🤖 AI Summary
Current vision-language models (VLMs) suffer from fundamental limitations in embodied spatial understanding and action generation due to modality fragmentation, pretraining distribution shift, and objective misalignment—hindering their evolution toward general embodied intelligence. To address these challenges, we propose WALL-OSS: the first end-to-end differentiable embodied foundation model supporting instruction reasoning, subgoal decomposition, and fine-grained action generation. WALL-OSS employs a tightly coupled multimodal architecture jointly optimized with a Unified Cross-Level Chain-of-Thought (CoT) training paradigm, enabling deep integration of language, spatial reasoning, and motor control. Evaluated on complex, long-horizon manipulation tasks, WALL-OSS significantly outperforms strong baselines, demonstrating superior instruction following, spatial reasoning, and embodied execution capabilities. This work establishes a novel paradigm for advancing VLMs toward fully capable embodied agents.
📝 Abstract
While foundation models show remarkable progress in language and vision, existing vision-language models (VLMs) still have limited spatial and embodiment understanding. Transferring VLMs to embodied domains reveals fundamental mismatches between modalities, pretraining distributions, and training objectives, leaving action comprehension and generation as a central bottleneck on the path to AGI.

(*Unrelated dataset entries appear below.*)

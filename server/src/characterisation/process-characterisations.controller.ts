import {
  type CharacterisationJob,
  characterisationJobListSchema,
  type CharacterisationListQuery,
  characterisationListQuerySchema,
  type CharacterisationTable,
  characterisationTableListSchema,
  type DesignChart,
  type DesignChartQuery,
  designChartQuerySchema,
  designChartSchema,
} from '@channelwright/shared/schemas';
import { Controller, Get, Param, Query } from '@nestjs/common';
import { ApiBearerAuth, ApiTags } from '@nestjs/swagger';
import { CurrentUser } from '../common/auth/current-user.decorator.js';
import { ApiZodResponse } from '../common/openapi/api-zod.decorators.js';
import { ZodValidationPipe } from '../common/validation/zod-validation.pipe.js';
import type { Account } from '../users/users.service.js';
import { CharacterisationService } from './characterisation.service.js';

/** A process version's characterisations, tables and design charts: whoever may read the process. */
@ApiTags('characterisations')
@ApiBearerAuth()
@Controller('processes')
export class ProcessCharacterisationsController {
  constructor(private readonly characterisations: CharacterisationService) {}

  @Get(':id/characterisations')
  @ApiZodResponse(200, characterisationJobListSchema, 'The characterisations of one version (?version=, else the latest), newest first')
  list(@Param('id') id: string, @Query(new ZodValidationPipe(characterisationListQuerySchema)) query: CharacterisationListQuery, @CurrentUser() user: Account): Promise<CharacterisationJob[]> {
    return this.characterisations.list(id, query.version, user);
  }

  @Get(':id/tables')
  @ApiZodResponse(200, characterisationTableListSchema, 'The stored tables of one version (?version=, else the latest); `current` marks the one the table model uses per device')
  tables(@Param('id') id: string, @Query(new ZodValidationPipe(characterisationListQuerySchema)) query: CharacterisationListQuery, @CurrentUser() user: Account): Promise<CharacterisationTable[]> {
    return this.characterisations.tablesOf(id, query.version, user);
  }

  @Get(':id/design-chart')
  @ApiZodResponse(200, designChartSchema, 'The gm/ID design charts of one device from its current table; 409 TABLE_NOT_READY / TABLE_NOT_CHARACTERISED without one; 400 *_OUTSIDE_TABLE naming the field')
  designChart(@Param('id') id: string, @Query(new ZodValidationPipe(designChartQuerySchema)) query: DesignChartQuery, @CurrentUser() user: Account): Promise<DesignChart> {
    return this.characterisations.designChart(id, query, user);
  }
}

We introduce WALL-OSS, an end-to-end embodied foundation model that leverages large-scale multimodal pretraining to achieve (1) embodiment-aware vision-language understanding, (2) strong language-action association, and (3) robust manipulation capability.
Our approach employs a tightly coupled architecture and multi-strategies training curriculum that enables Unified Cross-Level CoT-seamlessly unifying instruction reasoning, subgoal decomposition, and fine-grained action synthesis within a single differentiable framework.
Our results show that WALL-OSS attains high success on complex long-horizon manipulations, demonstrates strong instruction-following capabilities, complex understanding and reasoning, and outperforms strong baselines, thereby providing a reliable and scalable path from VLMs to embodied foundation models.